Insulin has been shown to possess significant anti-apoptotic effect in myocardial ischemia/reperfusion (MI/R). However, the contribution by this protection of insulin to the prolonged cardiac function in rats subjected to ischemia remains unclear. The present study attempted to test whether early insulin treatment influences adverse prolonged post-ischemic cardiac structural and functional changes. Adult male rats were subjected to left anterior descending coronary artery occlusion and were randomized to receive one of the following treatments: saline (4 ml/kg/h i.v. injection beginning 10 min before the ischemia and continuing for 2 h), insulin (60 U/l, i.v. injection following the same routine, and hypodermic injection of insulin (0.5 U/ml, 1 ml/kg/d) for 3 days after the ischemia surgery) or insulin plus wortmannin (15 mug/kg i.v. injection 15 min before each insulin administration). Treatment with insulin significantly reduced infarct size, decreased plasma creatine kinase and lactate dehydrogenase activities, decreased apoptosis index and caspase-3 activity (all P < 0.01 vs. saline), and improved cardiac function 24 h after ischemia. Importantly, at the end of 4 weeks after the ischemia surgery, MI rats receiving insulin treatment showed smaller left ventricle (LV) cavity and thicker systolic interventricular septum, and increased cardiac ejection fraction and LV fractional shortening (all P < 0.05 vs. saline). Inhibition of insulin signaling with wortmannin not only blocked insulin's anti-apoptotic effect, but also almost completely abolished effects of insulin on cardiac structure and function.
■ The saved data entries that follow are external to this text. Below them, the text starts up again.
package correlations

import "testing"

// CheckValues gives the facts that Check states: the input, its value, the range and the
// side, in the catalog's units, so that a writer can state them in units of its own.
func TestCheckValuesMatchesCheck(t *testing.T) {
	e, err := Lookup(DeadViscosity, "egbogah-ng")
	if err != nil {
		t.Fatal(err)
	}
	in := map[string]float64{"API": 4, "temperature": 220, "Rs": 900}
	got := e.CheckValues(in)
	// Two inputs outside the data, in the order of the entry's ranges: API below, temperature
	// above (Rs is not an input of a dead-oil correlation).
	if len(got) != 2 {
		t.Fatalf("CheckValues = %+v, want 2 facts", got)
	}
	api, temp := got[0], got[1]
	if api.Input != "API" || api.Side != Below || api.Value != 4 || api.Unit != "°API" {
		t.Errorf("API fact = %+v", api)
	}
	if temp.Input != "temperature" || temp.Side != Above || temp.Value != 220 || temp.Unit != "°F" ||
		temp.Min >= temp.Max || temp.Max >= 220 || temp.Authors != e.Authors {
		t.Errorf("temperature fact = %+v", temp)
	}
	msgs := e.Check(in)
	if len(msgs) != len(got) {
		t.Fatalf("Check = %q, CheckValues = %+v", msgs, got)
	}
	for i := range msgs {
		if msgs[i] != got[i].String() {
			t.Errorf("Check[%d] = %q, CheckValues[%d].String() = %q", i, msgs[i], i, got[i].String())
		}
	}
	if want := "API 4 is below the 5–58 range of Egbogah and Ng's data"; msgs[0] != want {
		t.Errorf("Check[0] = %q, want %q", msgs[0], want)
	}
	if got := e.CheckValues(map[string]float64{"API": 30, "temperature": 150}); len(got) != 0 {
		t.Errorf("in-range oil: %+v", got)
	}
}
These data indicate that inhibition of apoptosis by early insulin treatment alleviates chronic adverse changes in post-ischemic cardiac structure and function.

摘要

胰岛素已被证明在心肌缺血/再灌注(MI/R)中具有显著的抗凋亡作用。然而,胰岛素的这种保护作用对缺血大鼠心脏功能延长的贡献仍不清楚。本研究试图测试早期胰岛素治疗是否会影响缺血后不良的心脏结构和功能长期变化。成年雄性大鼠接受左冠状动脉前降支闭塞,并随机接受以下治疗之一:生理盐水(在缺血前10分钟开始静脉注射4 ml/kg/h,持续2小时)、胰岛素(60 U/l,按照相同程序静脉注射,并在缺血手术后皮下注射胰岛素(0.5 U/ml,1 ml/kg/d),持续3天)或胰岛素加渥曼青霉素(在每次胰岛素给药前15分钟静脉注射15 μg/kg)。胰岛素治疗显著减小了梗死面积,降低了血浆肌酸激酶和乳酸脱氢酶活性,降低了凋亡指数和半胱天冬酶-3活性(与生理盐水组相比,所有P < 0.01),并改善了缺血后24小时的心脏功能。重要的是,在缺血手术后4周结束时,接受胰岛素治疗的MI大鼠左心室(LV)腔较小,收缩期室间隔较厚,心脏射血分数和LV缩短分数增加(与生理盐水组相比,所有P < 0.05)。渥曼青霉素抑制胰岛素信号传导不仅阻断了胰岛素的抗凋亡作用,而且几乎完全消除了胰岛素对心脏结构和功能的影响。这些数据表明,早期胰岛素治疗抑制凋亡可减轻缺血后心脏结构和功能的慢性不良变化。